Try it: List each line of the data that holds the word "moves".

Material for the task:
────────────────────────────────────────

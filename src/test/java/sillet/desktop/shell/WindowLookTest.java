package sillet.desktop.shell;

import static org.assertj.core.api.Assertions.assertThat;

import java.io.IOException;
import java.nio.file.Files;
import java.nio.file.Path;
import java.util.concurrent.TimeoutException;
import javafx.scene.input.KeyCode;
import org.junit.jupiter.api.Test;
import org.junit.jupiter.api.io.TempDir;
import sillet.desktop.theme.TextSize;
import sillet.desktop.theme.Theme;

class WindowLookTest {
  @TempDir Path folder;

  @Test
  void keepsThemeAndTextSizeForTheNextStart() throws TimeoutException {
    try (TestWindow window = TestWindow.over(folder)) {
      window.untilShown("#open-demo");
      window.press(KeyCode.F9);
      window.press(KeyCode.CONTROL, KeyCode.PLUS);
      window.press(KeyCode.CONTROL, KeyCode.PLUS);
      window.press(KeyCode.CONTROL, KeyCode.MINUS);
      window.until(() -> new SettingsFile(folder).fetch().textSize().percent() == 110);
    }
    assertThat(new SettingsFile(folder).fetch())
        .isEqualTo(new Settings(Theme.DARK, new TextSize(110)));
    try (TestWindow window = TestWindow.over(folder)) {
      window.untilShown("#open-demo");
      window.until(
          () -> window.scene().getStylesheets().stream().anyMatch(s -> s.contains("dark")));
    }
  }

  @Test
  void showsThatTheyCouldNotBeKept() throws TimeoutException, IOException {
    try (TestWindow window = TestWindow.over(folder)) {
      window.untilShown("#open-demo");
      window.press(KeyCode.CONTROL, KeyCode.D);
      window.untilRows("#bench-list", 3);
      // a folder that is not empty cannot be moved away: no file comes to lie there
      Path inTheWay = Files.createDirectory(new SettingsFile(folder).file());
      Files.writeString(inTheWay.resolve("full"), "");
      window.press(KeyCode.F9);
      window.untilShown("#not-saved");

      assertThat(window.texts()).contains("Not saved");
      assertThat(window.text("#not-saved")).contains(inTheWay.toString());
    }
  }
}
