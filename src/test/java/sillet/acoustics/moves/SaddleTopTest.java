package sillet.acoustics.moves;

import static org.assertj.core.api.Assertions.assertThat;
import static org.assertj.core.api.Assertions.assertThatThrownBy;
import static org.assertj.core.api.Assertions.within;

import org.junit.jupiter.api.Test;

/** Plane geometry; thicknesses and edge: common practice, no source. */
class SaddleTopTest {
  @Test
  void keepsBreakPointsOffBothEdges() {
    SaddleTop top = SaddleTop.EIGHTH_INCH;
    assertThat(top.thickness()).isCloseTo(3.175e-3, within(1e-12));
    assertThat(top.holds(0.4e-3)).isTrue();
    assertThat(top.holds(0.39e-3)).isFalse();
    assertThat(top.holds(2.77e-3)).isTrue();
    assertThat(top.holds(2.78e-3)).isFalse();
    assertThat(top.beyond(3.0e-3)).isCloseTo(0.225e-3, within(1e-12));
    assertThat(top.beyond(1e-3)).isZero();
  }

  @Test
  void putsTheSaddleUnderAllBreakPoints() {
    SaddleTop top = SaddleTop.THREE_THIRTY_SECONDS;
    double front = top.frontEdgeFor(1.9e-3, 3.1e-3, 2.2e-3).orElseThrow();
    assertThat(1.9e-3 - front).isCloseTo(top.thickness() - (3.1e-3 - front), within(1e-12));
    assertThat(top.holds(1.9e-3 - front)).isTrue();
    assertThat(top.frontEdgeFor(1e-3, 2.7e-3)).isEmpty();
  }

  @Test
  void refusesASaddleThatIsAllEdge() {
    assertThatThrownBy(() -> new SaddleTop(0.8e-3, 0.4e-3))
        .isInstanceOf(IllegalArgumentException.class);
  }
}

────────────────────────────────────────

Solution to this task:
filename src/test/java/sillet/acoustics/moves/SaddleTopTest.java
package sillet.acoustics.moves;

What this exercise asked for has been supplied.